= Steve Albert =

American sportscaster (born 1952)

Steve Albert (born Stephen Aufrichtig on April 26, 1952, in Brooklyn, New York) is an American former sportscaster. He has served as a play-by-play announcer for the New Jersey Nets, New Orleans Hornets, Golden State Warriors, New York Mets, and Phoenix Suns as well as the Major Indoor Soccer League's New York Arrows. Albert ended his career as the television play-by-play announcer for the Phoenix Suns. He retired following the Suns' 2016–2017 season.

He also served as a broadcaster for the New York Islanders, New York Rangers, Cleveland Crusaders and New York Jets, and as the sports anchor at WCBS-TV, WNBC-TV and WWOR-TV and did morning sports reports on WABC (AM).

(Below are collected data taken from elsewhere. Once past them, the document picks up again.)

"""The one vocabulary: every field, file and summary key geo-reach writes, with its meaning and unit.

This module is data.  It is rendered into the README's glossary section
(:func:`markdown`), written into every GeoPackage as column descriptions in
the standard ``gpkg_data_columns`` table (OGC 12-128, schema extension), and
a test checks that every field of every output layer and every key of
``summary.json`` is here.

Rules the names follow:

* Units in names: ``_m`` metres, ``_km2`` square kilometres, ``_minutes``,
  ``_ms``, ``_kmh``, ``_pct`` percent.  Lengths are always metres in layers
  (tables for people show km); areas are always km².
* ``hub_minutes`` is the time of the trip between a place and its nearest
  hub (the travel-time surface's unit, always minutes); ``hub_cost`` is the
  same on the network layers, in the routing weight's unit (the layer
  description names the weight).  ``minutes`` alone is an edge's own travel
  time.
* A hub kind is a suffix: ``hub_minutes_clinic``, ``nearest_hub_clinic``.
* Scenario layers add ``_before``, ``_after`` and ``_change`` (after minus
  before; negative = faster).
* "edge" is a piece of the network between two nodes (options that pick
  them say ``--links``); "join" is where a trip from off the network enters
  it; "access" is the off-network leg to that point.
"""

from __future__ import annotations

import re
from dataclasses import dataclass

__all__ = ["Term", "TERMS", "lookup", "describe", "markdown", "update_readme", "START", "END"]

#: Markers around the glossary section in README.md (the text between them is :func:`markdown`).
START = "<!-- glossary:start (generated from geo_reach/glossary.py; python -m geo_reach.glossary) -->"
END = "<!-- glossary:end -->"


@dataclass(frozen=True)
class Term:
    """One name in the vocabulary.

    Attributes
    ----------
    name : str
        The field, key or file name; ``<kind>``, ``<band>`` and ``<scenario>``
        stand for parts that vary (``hub_minutes_<kind>``).
    meaning : str
        One sentence, plain language.
    unit : str
        Unit, or ``""`` where there is none (ids, names, flags).
    where : str
        Where it appears (layers, files, summary sections).
    """

    name: str
    meaning: str
    unit: str
    where: str

    @property
    def pattern(self) -> re.Pattern:
        text = re.escape(self.name)
        for part in ("kind", "band", "scenario", "measure", "step"):
            text = text.replace(re.escape(f"<{part}>"), r"[A-Za-z0-9_\-.]+")
        return re.compile(f"^{text}$")


def _t(name, meaning, unit, where):
    return Term(name, meaning, unit, where)


_NET = "edges, nodes (network layers)"
TERMS: tuple[Term, ...] = (
    # ---------------------------------------------------------------- network layers
    _t("edge_id", "Id of an edge (a piece of the network between two nodes); the row number in layer edges.",
       "", "edges, change and criticality layers"),
    _t("from_node", "Node an edge starts at (its geometry runs from here).", "", "edges, diameter_path"),
    _t("to_node", "Node an edge ends at.", "", "edges, diameter_path"),
    _t("mode", "road, rail, cable, or transfer (a walking link between a station and the nearest road).", "",
       "edges"),
    _t("length_m", "Length along the ground (geodesic, on the WGS84 ellipsoid).", "m", "edges, trips, paths"),
    _t("minutes", "Time to travel the edge (or the path) at its speed; empty where the mode has none (cable).",
       "minutes", "edges, diameter_path"),
    _t("latency_ms", "Signal latency along the edge (cable); empty for other modes.", "ms", "edges"),
    _t("oneway", "1 where the edge may only be travelled from from_node to to_node.", "", "edges"),
    _t("src_layer", "The input layer the feature came from.", "", "edges, network_issues"),
    _t("src_fid", "The feature's id in its input layer (-1 for links the builder made).", "",
       "edges, network_issues"),
    _t("level", "Vertical level from the input (bridges, tunnels); crossings of different levels are not joined.",
       "", "edges"),
    _t("all_season", "1 where the input marks the road as usable in all seasons.", "", "edges"),
    _t("closed", "1 where a scenario closes the link: it stays on the map with its length but carries no trip "
       "(no minutes, latency or cost on any weight); only in a scenario's network.", "", "edges"),
    _t("class", "Road class as given in the input (looked up in the class-to-speed table).", "", "edges"),
    _t("speed_kmh", "Speed used for the edge.", "km/h", "edges"),
    _t("node_id", "Id of a node; the row number in layer nodes.", "", "nodes"),
    _t("degree", "Number of edge ends at the node.", "", "nodes"),
    _t("component", "Connected part of the network the node (or hub) is in: 0 = the largest.", "", "nodes, hubs"),
    _t("joinable", "1 where a trip from off the network may join it at this node.", "", "nodes"),
    _t("kind", "What an issue spot is (gap_joined, dangle ...), or what a hub is (clinic, market ...).", "",
       "network_issues, hubs"),
    _t("detail", "What was found or repaired, in words, with sizes.", "", "network_issues"),
    # ---------------------------------------------------------------- access
    _t("nearest_hub", "Id of the nearest hub (the cheapest trip).", "", "nodes, settlements"),
    _t("nearest_hub_<kind>", "Id of the nearest hub of that kind.", "", "nodes, settlements"),
    _t("nearest_hub_name", "Name of the nearest hub.", "", "settlements, tables"),
    _t("hub_cost", "Cost of the trip between this place and its nearest hub, in the routing weight's unit "
                   "(see the layer description); empty where no hub is reachable.", "weight unit",
       "nodes, edges (cheaper end)"),
    _t("hub_cost_<kind>", "hub_cost to the nearest hub of that kind.", "weight unit", "nodes"),
    _t("hub_minutes", "Minutes of the trip between this place and its nearest hub, walk to and from the network "
                      "included; empty where no hub is reachable.", "minutes", "settlements, rasters"),
    _t("hub_minutes_<kind>", "hub_minutes to the nearest hub of that kind.", "minutes", "settlements"),
    _t("network_length_m", "Length of the trip's part on the network (partial edges at both ends included).", "m",
       "settlements"),
    _t("eccentricity", "Cost of the longest of the cheapest trips from this node (weight unit).", "weight unit",
       "nodes"),
    _t("closeness", "Harmonic closeness: mean of 1/cost over the other nodes (per weight unit).",
       "1/weight unit", "nodes"),
    _t("hub_id", "Id of a hub (from the hubs layer's id field, else its row number from 1).", "",
       "hubs, reach_bands"),
    _t("name", "Name as given in the input.", "", "hubs, settlements, zones"),
    _t("joined", "1 where the hub (or place) joins the network within the largest access distance.", "", "hubs"),
    _t("access_m", "Distance walked off the network to where the trip joins it.", "m", "hubs, trips"),
    _t("served_nodes", "Nodes whose nearest hub this is.", "", "hubs"),
    _t("served_length_m", "Network length whose nearest hub this is (half of each edge to each end).", "m",
       "hubs"),
    _t("isolated", "1 where the hub sits in a part of the network with no other hub, cut off from the largest.",
       "", "hubs"),
    # ---------------------------------------------------------------- paths and trips
    _t("path_cost", "Cost of the path in the routing weight's unit.", "weight unit", "diameter_path"),
    _t("weight", "The routing weight: minutes, length_m, latency_ms or hops.", "", "paths, trips, summary"),
    _t("unit", "Unit of the costs beside it.", "", "summary, route"),
    _t("edge_count", "Number of edges on the path.", "", "diameter_path"),
    _t("origin_id", "Id of the trip's origin.", "", "od_pairs"),
    _t("destination_id", "Id of the trip's destination.", "", "od_pairs"),
    _t("trip_cost", "Cost of the cheapest trip in the weight's unit; empty where there is no path.", "weight unit",
       "od_pairs"),
    _t("reason", "Why a value is empty or a region is weak, in words.", "", "od_pairs, weak_regions, indices"),
    _t("rank", "Order, 1 = first (nearest, weakest, most critical).", "", "od_pairs, weak_regions, rankings"),
    # ---------------------------------------------------------------- surface, bands, regions
    _t("within_minutes", "Reach band: the area reached within this many minutes (nested: the 60-minute band "
                         "holds the 30-minute one).", "minutes", "reach_bands"),
    _t("from_minutes", "Reach ring: reached in more than this many minutes ...", "minutes", "reach_rings"),
    _t("to_minutes", "... and at most this many (empty for the ring beyond the last band).", "minutes",
       "reach_rings"),
    _t("area_km2", "Area.", "km²", "bands, rings, weak_regions"),
    _t("population", "People (from the population raster or the settlements' population field).", "people",
       "bands, rings, regions, settlements, zones"),
    _t("mean_hub_minutes", "Population-weighted mean of hub_minutes.", "minutes", "weak_regions, zones"),
    _t("join_x", "Easting of the point where the region's cheapest trip joins the network (working CRS).", "m",
       "weak_regions"),
    _t("join_y", "Northing of that point.", "m", "weak_regions"),
    _t("join_minutes", "hub_minutes at that point.", "minutes", "weak_regions"),
    _t("people_behind_edge", "People whose only way to a hub runs over the region's key edge.", "people",
       "weak_regions"),
    _t("settlement_id", "Id of a settlement (from its id field, else its row number from 1).", "",
       "settlements, access_index"),
    _t("zone_id", "Id of a district (from its id field, else its row number from 1).", "", "zones"),
    _t("population_within_<band>", "People within that many minutes of a hub.", "people", "zones, summary"),
    _t("share_within_<band>_pct", "Share of the people within that many minutes of a hub.", "%", "zones"),
    _t("population_beyond", "People beyond the largest band (or unreachable).", "people", "zones, summary"),
    _t("share_beyond_pct", "Share of the people beyond the weak-region threshold.", "%", "zones, map"),
    # ---------------------------------------------------------------- scenarios
    _t("<field>_before", "The field's value today (no change).", "as the field", "scenario layers"),
    _t("<field>_after", "The field's value with the scenario.", "as the field", "scenario layers"),
    _t("<field>_change", "After minus before (negative: faster or less).", "as the field", "scenario layers"),
    # ---------------------------------------------------------------- criticality
    _t("people_cut_off", "People who reach a hub of some kind today and none of that kind with the edge closed, "
                         "summed over kinds.", "people", "link_criticality, scenarios"),
    _t("people_cut_off_<kind>", "people_cut_off for one hub kind.", "people", "link_criticality"),
    _t("nodes_cut_off", "Nodes that lose every hub with the edge closed.", "", "link_criticality"),
    _t("person_minutes_added", "For those who still reach their kind of hub: people times the minutes added, "
                               "summed over kinds.", "person-minutes", "link_criticality"),
    _t("cut_edge", "1 where closing the edge splits the network into more parts.", "", "link_criticality"),
    # ---------------------------------------------------------------- indices and siting
    _t("measure", "The accessibility measure: cumulative, gravity, 2sfca, e2sfca or bfca.", "", "access_index"),
    _t("index", "The measure's value for the settlement (see the measure's definition).", "as the measure",
       "access_index"),
    _t("hubs_within", "Hubs within the catchment time.", "", "access_index"),
    _t("nearest_minutes", "Minutes to the nearest hub, walk legs included.", "minutes", "access_index"),
    _t("site_id", "Id of a chosen site (candidate id).", "", "chosen_sites"),
    _t("order", "Order in which the site was picked (1 = first).", "", "chosen_sites"),
    _t("people_newly_within", "People newly within the threshold thanks to the change.", "people",
       "chosen_sites, scenarios"),
    _t("person_minutes_saved", "Sum over people of the minutes saved.", "person-minutes", "chosen_sites, scenarios"),
    # ---------------------------------------------------------------- tables, rasters, report (planner-ready files)
    _t("network_length_km", "network_length_m in kilometres, rounded to 0.1 km (the tables for people).", "km",
       "settlements.csv, tables.xlsx"),
    _t("nearest_hub_name_<kind>", "Name of the nearest hub of that kind.", "", "settlements.csv, tables.xlsx"),
    _t("hub_kind", "The kind of hub a row's figures are for; 'any' = the nearest hub of whatever kind.", "",
       "<scenario>_settlements.csv, <scenario>_zones.csv"),
    _t("value", "Cell value of a category raster: the hub number 1..n (0 = no hub reachable).", "",
       "nearest_hub.tif raster attribute table, nearest_hub.sld"),
    _t("connection_m", "Straight-line distance from the cell centre to the nearest cable access node (a cable "
                       "carries no travellers, so its reach is this distance).", "m", "connection_m.tif"),
    _t("settlements.csv", "Per settlement: minutes and network km to the nearest hub (and per kind), hub ids and "
                          "names; rounded for reports; line 1 is the caution.", "", "results folder"),
    _t("zones.csv", "Per district: people, shares within each band, people beyond, mean minutes; rounded; "
                    "line 1 is the caution.", "", "results folder"),
    _t("<scenario>_settlements.csv", "Per settlement and hub kind: before, after and change with the scenario.",
       "", "results and comparison folders"),
    _t("<scenario>_zones.csv", "Per district and hub kind: before, after and change with the scenario.", "",
       "results and comparison folders"),
    _t("tables.xlsx", "The tables as a workbook: sheets about (caution, columns), settlements, zones and "
                      "<scenario>_settlements / <scenario>_zones per scenario.", "", "results and comparison folders"),
    _t("report.html", "The printable report: key figures, charts, district table, weak regions, scenario ranking "
                      "and an overview map; one offline file.", "", "results and comparison folders"),
    _t("nearest_hub.sld", "Style for nearest_hub.tif (and nearest_<kind>.sld for each kind's raster): one "
                          "labelled colour per hub.", "", "results folder"),
    _t("NETWORK.edges.parquet", "The edges layer as GeoParquet, one file per layer (build -o NETWORK.parquet "
                                "writes NETWORK.edges.parquet, NETWORK.nodes.parquet, NETWORK.network_issues.parquet).",
       "", "build, check"),
    _t("NETWORK.nodes.parquet", "The nodes layer as GeoParquet.", "", "build"),
    _t("NETWORK.network_issues.parquet", "The network_issues layer as GeoParquet.", "", "build, check"),
)
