def write_outputs(folder: Path, study: Study, base: Analysis, scenarios: dict, summary: dict,
                  only_comparison: bool = False):
    """Write every output of a run into ``folder`` (a fresh temporary folder).

    With ``only_comparison`` (``geo-reach compare``) only the scenario layers,
    the change rasters, the map and the summary are written.
    """
    from .export.gpkg import write_layers
    from .export.styles import write_styles

    if only_comparison:
        layers = {}
        for name, sc in scenarios.items():
            for lname, frame in sc["layers"].items():
                layers[f"{name}_{lname}"] = frame
        gpkg = folder / "comparison.gpkg"
        if layers:
            write_layers(gpkg, layers, descriptions={k: CAUTION for k in layers})
            write_styles(gpkg, layers)
        _write_deltas(folder, base, scenarios)
        if study.outputs.get("map", True):
            _write_map(folder / "map.html", study, base, scenarios)
        (folder / "summary.json").write_text(json.dumps(_clean(summary), indent=2) + "\n")
        return
    layers = {"edges": _edges_layer(base), "nodes": _nodes_layer(base), "network_issues": base.build.issues}
    if base.hub_table is not None:
        layers["hubs"] = base.hub_table
    layers["diameter_path"] = base.diameter_path
    if base.rings is not None:
        layers["reach_rings"] = base.rings
    if base.bands is not None:
        layers["reach_bands"] = base.bands
    if base.weak is not None:
        layers["weak_regions"] = base.weak
    if base.settlements is not None:
        layers["settlements"] = base.settlements
    if base.zones is not None:
        layers["zones"] = base.zones.zones
    for name, sc in scenarios.items():
        for lname, frame in sc["layers"].items():
            layers[f"{name}_{lname}"] = frame
    gpkg = folder / "results.gpkg"
    write_layers(gpkg, layers, descriptions={k: CAUTION for k in layers})
    write_styles(gpkg, layers)
    _write_tables(folder, base)
    if base.surface is not None:
        _write_surface_rasters(folder, base)
        _write_deltas(folder, base, scenarios)
    if base.profile is not None and study.outputs.get("profile_png", True):
        from .analysis.profile import plot_profile

        plot_profile(base.profile, folder / "reach_profile.png", title=f"{study.title}: reach profile")
    if study.outputs.get("map", True):
        _write_map(folder / "map.html", study, base, scenarios)
    (folder / "summary.json").write_text(json.dumps(_clean(summary), indent=2) + "\n")
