@st.composite
def studies(draw):
    lines = _lattice_lines(draw)
    n = len(lines)
    speeds = [draw(st.sampled_from([20.0, 30.0, 50.0, None])) for _ in range(n)]
    oneway = [draw(st.sampled_from(["no", "no", "yes", "-1"])) for _ in range(n)]
    H = draw(st.integers(1, 4))
    hubs = [_point(draw) for _ in range(H)]
    kinds = [draw(st.sampled_from(["clinic", "market"])) for _ in range(H)]
    P = draw(st.integers(1, 4))
    places = [_point(draw) for _ in range(P)]
    people = [draw(st.integers(0, 500)) for _ in range(P)]
    fids = list(range(1, n + 1))            # GeoPackage feature ids
    scenarios = []
    for k in range(draw(st.integers(1, 2))):
        sc = {}
        close = draw(st.lists(st.sampled_from(fids), max_size=2, unique=True))
        up = draw(st.lists(st.sampled_from(fids), max_size=3, unique=True))
        if close:
            sc["close"] = close
        if up:
            sc["upgrade"] = (up, draw(st.sampled_from([("speed_factor", 2.0), ("speed_factor", 0.5),
                                                        ("speed_kmh", 90.0)])))
        if draw(st.booleans()):
            sc["add_hubs"] = [(_point(draw), draw(st.sampled_from(["clinic", "market"])))
                              for _ in range(draw(st.integers(1, 2)))]
        gone = draw(st.lists(st.integers(0, H - 1), max_size=H - 1, unique=True))
        if gone:
            sc["remove_hubs"] = sorted(gone)
        scenarios.append(sc)
    return dict(lines=lines, speeds=speeds, oneway=oneway, hubs=hubs, kinds=kinds, places=places, people=people,
                scenarios=scenarios, weight=draw(st.sampled_from(["minutes", "minutes", "length_m", "hops"])),
                direction=draw(st.sampled_from(["to-hub", "from-hub"])), seed=draw(st.integers(0, 99)))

He covered major boxing fights on Showtime Championship Boxing for 17 years, including the infamous "Bite Fight" between Mike Tyson and Evander Holyfield in 1997. He was inducted in the International Boxing Hall of Fame
as a member of the Class of 2018.

Steve was the play-by-play announcer for the "MTV Rock N' Jock" celebrity sports specials, partnered with comedian & game show host, Ken Ober, during the 1990s.

He has also been a co-host on the short-lived syndicated game show The Grudge Match alongside future Minnesota governor Jesse Ventura. He was also the play-by-play announcer for Battle Dome.

==Personal life==
Albert is the younger brother of broadcasters Marv Albert and Al Albert. He is the uncle of current NFL on Fox and NHL on TNT announcer Kenny Albert.